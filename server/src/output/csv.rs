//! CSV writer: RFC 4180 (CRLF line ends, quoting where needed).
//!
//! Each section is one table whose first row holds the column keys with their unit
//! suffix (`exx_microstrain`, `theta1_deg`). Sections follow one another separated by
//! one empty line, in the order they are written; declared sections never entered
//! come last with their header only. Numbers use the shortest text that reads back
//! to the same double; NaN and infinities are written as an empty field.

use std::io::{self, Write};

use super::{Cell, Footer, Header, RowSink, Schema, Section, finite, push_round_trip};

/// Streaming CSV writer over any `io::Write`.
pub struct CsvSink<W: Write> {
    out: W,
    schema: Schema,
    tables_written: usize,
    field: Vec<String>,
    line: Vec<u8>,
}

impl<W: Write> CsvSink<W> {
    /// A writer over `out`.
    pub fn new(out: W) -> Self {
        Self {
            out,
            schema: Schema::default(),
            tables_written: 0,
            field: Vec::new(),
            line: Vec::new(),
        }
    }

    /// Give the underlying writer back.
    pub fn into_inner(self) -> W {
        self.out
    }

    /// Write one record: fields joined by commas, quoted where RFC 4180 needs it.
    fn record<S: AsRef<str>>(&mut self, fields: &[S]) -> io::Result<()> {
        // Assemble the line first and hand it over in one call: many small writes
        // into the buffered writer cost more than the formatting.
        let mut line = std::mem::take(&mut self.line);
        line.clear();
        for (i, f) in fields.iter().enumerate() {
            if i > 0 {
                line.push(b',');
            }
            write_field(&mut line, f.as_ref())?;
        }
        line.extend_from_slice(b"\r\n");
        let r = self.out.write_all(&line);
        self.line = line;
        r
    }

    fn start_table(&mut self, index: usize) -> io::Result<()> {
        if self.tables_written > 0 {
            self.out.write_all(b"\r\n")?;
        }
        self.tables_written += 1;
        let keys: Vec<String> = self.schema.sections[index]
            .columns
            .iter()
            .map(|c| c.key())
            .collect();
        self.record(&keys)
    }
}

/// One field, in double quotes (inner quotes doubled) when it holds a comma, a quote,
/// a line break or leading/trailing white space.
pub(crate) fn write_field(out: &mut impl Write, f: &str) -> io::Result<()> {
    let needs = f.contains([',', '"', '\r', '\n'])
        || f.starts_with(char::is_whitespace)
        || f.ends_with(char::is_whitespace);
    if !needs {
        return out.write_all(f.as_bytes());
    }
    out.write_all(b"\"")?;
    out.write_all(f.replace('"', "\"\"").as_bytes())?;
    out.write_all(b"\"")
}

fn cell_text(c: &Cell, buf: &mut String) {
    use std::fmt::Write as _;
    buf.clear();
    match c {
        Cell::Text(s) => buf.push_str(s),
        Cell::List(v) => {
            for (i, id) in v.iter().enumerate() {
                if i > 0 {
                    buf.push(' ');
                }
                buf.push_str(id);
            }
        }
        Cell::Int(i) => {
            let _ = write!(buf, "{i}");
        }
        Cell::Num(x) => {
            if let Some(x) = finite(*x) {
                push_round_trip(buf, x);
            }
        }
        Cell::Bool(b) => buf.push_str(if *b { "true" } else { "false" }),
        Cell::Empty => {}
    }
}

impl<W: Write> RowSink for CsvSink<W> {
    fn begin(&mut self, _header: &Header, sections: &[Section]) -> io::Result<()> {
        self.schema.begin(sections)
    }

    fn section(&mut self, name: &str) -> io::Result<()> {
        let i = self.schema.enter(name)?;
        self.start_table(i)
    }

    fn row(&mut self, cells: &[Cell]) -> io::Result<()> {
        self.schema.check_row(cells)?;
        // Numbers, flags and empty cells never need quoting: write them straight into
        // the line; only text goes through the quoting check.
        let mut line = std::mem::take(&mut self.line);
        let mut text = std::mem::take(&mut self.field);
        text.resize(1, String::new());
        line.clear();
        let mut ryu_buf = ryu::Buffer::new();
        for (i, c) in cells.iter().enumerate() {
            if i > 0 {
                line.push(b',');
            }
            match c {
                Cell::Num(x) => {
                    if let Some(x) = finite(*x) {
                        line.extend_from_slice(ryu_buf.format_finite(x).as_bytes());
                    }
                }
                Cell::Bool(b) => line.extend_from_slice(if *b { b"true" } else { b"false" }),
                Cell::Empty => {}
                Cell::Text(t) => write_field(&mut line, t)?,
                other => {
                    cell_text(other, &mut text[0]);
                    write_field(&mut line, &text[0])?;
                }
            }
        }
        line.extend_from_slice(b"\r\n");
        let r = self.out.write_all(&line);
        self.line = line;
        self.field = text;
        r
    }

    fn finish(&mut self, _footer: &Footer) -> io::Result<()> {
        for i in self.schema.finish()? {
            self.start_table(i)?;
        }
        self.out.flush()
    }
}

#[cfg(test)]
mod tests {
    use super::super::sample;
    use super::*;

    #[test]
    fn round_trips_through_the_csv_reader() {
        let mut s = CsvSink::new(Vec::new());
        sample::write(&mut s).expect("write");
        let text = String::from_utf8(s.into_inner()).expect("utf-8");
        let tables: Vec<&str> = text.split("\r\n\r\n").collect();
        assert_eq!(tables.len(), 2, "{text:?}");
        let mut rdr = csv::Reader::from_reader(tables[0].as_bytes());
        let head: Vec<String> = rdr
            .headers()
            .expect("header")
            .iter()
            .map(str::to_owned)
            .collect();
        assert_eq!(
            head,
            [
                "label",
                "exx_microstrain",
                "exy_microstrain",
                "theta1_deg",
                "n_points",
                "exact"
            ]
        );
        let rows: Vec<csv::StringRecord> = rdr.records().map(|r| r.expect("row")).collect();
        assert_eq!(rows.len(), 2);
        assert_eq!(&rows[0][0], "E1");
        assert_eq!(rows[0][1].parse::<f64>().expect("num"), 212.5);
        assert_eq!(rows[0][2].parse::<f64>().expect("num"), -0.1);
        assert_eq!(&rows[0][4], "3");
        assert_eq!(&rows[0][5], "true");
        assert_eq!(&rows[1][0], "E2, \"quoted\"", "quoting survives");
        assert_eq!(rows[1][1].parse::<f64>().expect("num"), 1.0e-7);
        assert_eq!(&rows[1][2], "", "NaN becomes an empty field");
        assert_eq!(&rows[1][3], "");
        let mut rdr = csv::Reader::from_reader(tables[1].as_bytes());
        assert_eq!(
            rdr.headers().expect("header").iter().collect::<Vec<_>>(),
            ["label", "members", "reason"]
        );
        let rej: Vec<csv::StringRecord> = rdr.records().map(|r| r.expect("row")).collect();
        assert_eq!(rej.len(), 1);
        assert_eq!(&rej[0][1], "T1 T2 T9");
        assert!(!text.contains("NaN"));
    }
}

Task statement:
Locate the word "false" in the data above. Copy every line carrying it.

Final answer:
        Cell::Bool(b) => buf.push_str(if *b { "true" } else { "false" }),
                Cell::Bool(b) => line.extend_from_slice(if *b { b"true" } else { b"false" }),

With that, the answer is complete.